As planned, the alpine ski run and luge racing area of the 2022 Beijing Winter Olympics will be built in the core area of Beijing Songshan National Reserves. A great number of valuable species such as Lonicera oblata and Cypripedium shanxiense S. C. Chen are found here and many of them can not be conserved through ex situ conservation. Many Chinese professionals of biology and environmentalists deemed that if the Olympic venues are developed in such area, the rare species and integrated ecological environment will be catastrophically collapsed. Chinese government intended to remove such area out from the range of the natural reserves and chose some other area with few rare species as the reserves. Besides, the comments regarding the strict compliance with laws and protection of Songshan National Reserves are widely deleted or restricted in China. All these actions have been criticized by some media and the professionals of biology in China.

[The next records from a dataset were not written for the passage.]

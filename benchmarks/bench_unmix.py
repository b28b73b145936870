"""The whole ``mixsolve.unmix`` call against the scipy.optimize.nnls loop; time against N.

Same invented problem as ``bench_nnls.py`` (300 wavelengths, 5 components, ~30 % absent),
as a labelled spectra array and a mixsolve library. Timed in this one process:

1. ``unmix`` eager (numpy-backed), everything included: validation, design, the NNLS fit,
   standard uncertainties, trust checks, shift bias, flags, and the fitted and residual
   spectra (which an eager result computes when they are first read) — against
   ``scipy.optimize.nnls`` alone in a loop over the same spectra (timed on the first
   ``--scipy-sample`` spectra, extrapolated linearly; stated in the output). Printed for
   the engine ``auto`` picks (compiled when numba is installed), for the same call followed
   by ``result.load()`` (every spectra-sized output held in memory), and for the numpy
   engine (``MIXSOLVE_ENGINE=numpy``).
2. Time against N: ``unmix`` on dask-backed spectra in chunks of ``--chunk`` spectra,
   computing every per-spectrum result (the fitted and residual spectra are left out, as
   10⁶ of them would need 4.8 GB), for N = 10⁴, 10⁵, 10⁶; printed as µs per spectrum,
   which is constant when time is linear.

Run: ``python benchmarks/bench_unmix.py [--sizes 10000,100000,1000000]``. Never a test.
"""

from __future__ import annotations

import argparse
import os
import time
import warnings

import numpy as np
import xarray as xr
from bench_nnls import WAVELENGTHS_NM, best_of, blas_report, design, spectra
from scipy.optimize import nnls

import mixsolve as ms
from mixsolve.solve.engine import ENGINE_VARIABLE, choose_engine


def library(k: np.ndarray) -> xr.Dataset:
    da = xr.DataArray(k.T, dims=("component", "wavelength"),
                      coords={"component": [f"c{i}" for i in range(k.shape[1])],
                              "wavelength": WAVELENGTHS_NM})
    return ms.import_absorptivities(da, "L/(g*cm)", source="invented benchmark bands")


def labelled(a: np.ndarray) -> xr.DataArray:
    return xr.DataArray(a, dims=("sample", "wavelength"),
                        coords={"wavelength": WAVELENGTHS_NM}, name="absorbance")


def main() -> None:
    parser = argparse.ArgumentParser(description=__doc__.splitlines()[0])
    parser.add_argument("--sizes", default="10000,100000,1000000")
    parser.add_argument("--eager-sizes", default="10000,100000")
    parser.add_argument("--chunk", type=int, default=32768)
    parser.add_argument("--repeat", type=int, default=3)
    parser.add_argument("--scipy-sample", type=int, default=20000)
    args = parser.parse_args()
    warnings.simplefilter("ignore")
    k = design()
    lib = library(k)
    ms.unmix(labelled(spectra(500, k)), lib)  # warm up
    print(f"BLAS: {blas_report()}")
    print(f"engine for 1e5 spectra: {choose_engine('auto', 100_000)}")
    print(f"load average before: {' '.join(f'{v:.2f}' for v in os.getloadavg())}")
    print("1. whole unmix (eager) vs the scipy.optimize.nnls loop (ratios: scipy loop / unmix)")
    print(f"{'N':>9} {'unmix s':>9} {'+load s':>9} {'numpy s':>9} {'scipy loop s':>13} "
          f"{'unmix':>7} {'+load':>7} {'numpy':>7}")
    for n in (int(s) for s in args.eager_sizes.split(",")):
        a = spectra(n, k)
        sp = labelled(a)
        t_auto = best_of(args.repeat, lambda sp=sp: ms.unmix(sp, lib))
        t_load = best_of(args.repeat, lambda sp=sp: ms.unmix(sp, lib).load())
        os.environ[ENGINE_VARIABLE] = "numpy"
        try:
            t_numpy = best_of(args.repeat, lambda sp=sp: ms.unmix(sp, lib))
        finally:
            os.environ.pop(ENGINE_VARIABLE)
        sample = min(n, args.scipy_sample)
        start = time.perf_counter()
        for row in a[:sample]:
            nnls(k, row)
        t_scipy = (time.perf_counter() - start) * n / sample
        note = "" if sample == n else f"  (scipy timed on {sample}, x{n / sample:g})"
        print(f"{n:>9} {t_auto:>9.3f} {t_load:>9.3f} {t_numpy:>9.3f} {t_scipy:>13.3f} "
              f"{t_scipy / t_auto:>7.1f} {t_scipy / t_load:>7.1f} {t_scipy / t_numpy:>7.1f}"
              f"{note}")
        del a, sp
    print(f"2. time against N: dask-backed unmix, chunks of {args.chunk} spectra, "
          "default threaded scheduler")
    print(f"{'N':>9} {'chunks':>7} {'s':>9} {'us/spectrum':>12}")
    for n in (int(s) for s in args.sizes.split(",")):
        sp = labelled(spectra(n, k)).chunk({"sample": args.chunk})
        start = time.perf_counter()
        ms.unmix(sp, lib).drop_vars(["fitted", "residual"]).compute()
        elapsed = time.perf_counter() - start
        print(f"{n:>9} {len(sp.chunks[0]):>7} {elapsed:>9.2f} {1e6 * elapsed / n:>12.2f}")
        del sp
    print(f"load average after: {' '.join(f'{v:.2f}' for v in os.getloadavg())}")


if __name__ == "__main__":
    main()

Media attention began growing in December 2014 when German broadcaster ARD reported on state-sponsored doping in Russia, comparing it to doping in East Germany. In November 2015, the World Anti-Doping Agency (WADA) published a report and the International Association of Athletics Federations (IAAF) suspended Russia indefinitely from world track and field events. The United Kingdom Anti-Doping agency later assisted WADA with testing in Russia. In June 2016, they reported that they were unable to fully carry out their work and noted intimidation by armed Federal Security Service (FSB) agents. After a Russian former lab director made allegations about the 2014 Winter Olympics in Sochi, WADA commissioned an independent investigation led by Richard McLaren. McLaren's investigation found corroborating evidence, concluding in a report published in July 2016 that the Ministry of Sport and the FSB had operated a "state-directed failsafe system" using a "disappearing positive [test] methodology" (DPM) from "at least late 2011 to August 2015".
In response to these findings, WADA announced that RUSADA should be regarded as non-compliant with respect to the World Anti-Doping Code and recommended that Russia be banned from competing at the 2016 Summer Olympics. The IOC rejected the recommendation, stating that a separate decision would be made for each athlete by the relevant IF and the IOC, based on the athlete's individual circumstances. One day prior to the opening ceremony, 270 athletes were cleared to compete under the Russian flag, while 167 were removed because of doping. In contrast, the entire Kuwaiti team was banned from competing under their own flag (for a non-doping related matter).
The IOC's decision on 24 July 2016 was criticised by athletes and writers. It received support from the European Olympic Committees, which said that Russia was "a valued member". Cam Cole of Canada's National Post said that the IOC had "caved, as it always does, defaulting to whatever compromise it could safely adopt without offending a superpower." Expressing disappointment, a member of the IOC Athletes' Commission, Hayley Wickenheiser, wrote, "I ask myself if we were not dealing with Russia would this decision to ban a nation [have] been an easier one? I fear the answer is yes." Writing for Deutsche Welle in Germany, Olivia Gerstenberger said that Bach had "flunked" his first serious test, adding, "With this decision, the credibility of the organization is shattered once more, while that of state-sponsored doping actually receives a minor boost." Bild (Germany) described Bach as "Putin's poodle". Paul Hayward, chief sports writer of The Daily Telegraph (UK), remarked, "The white flag of capitulation flies over the International Olympic Committee. Russia's deep political reach should have told us this would happen.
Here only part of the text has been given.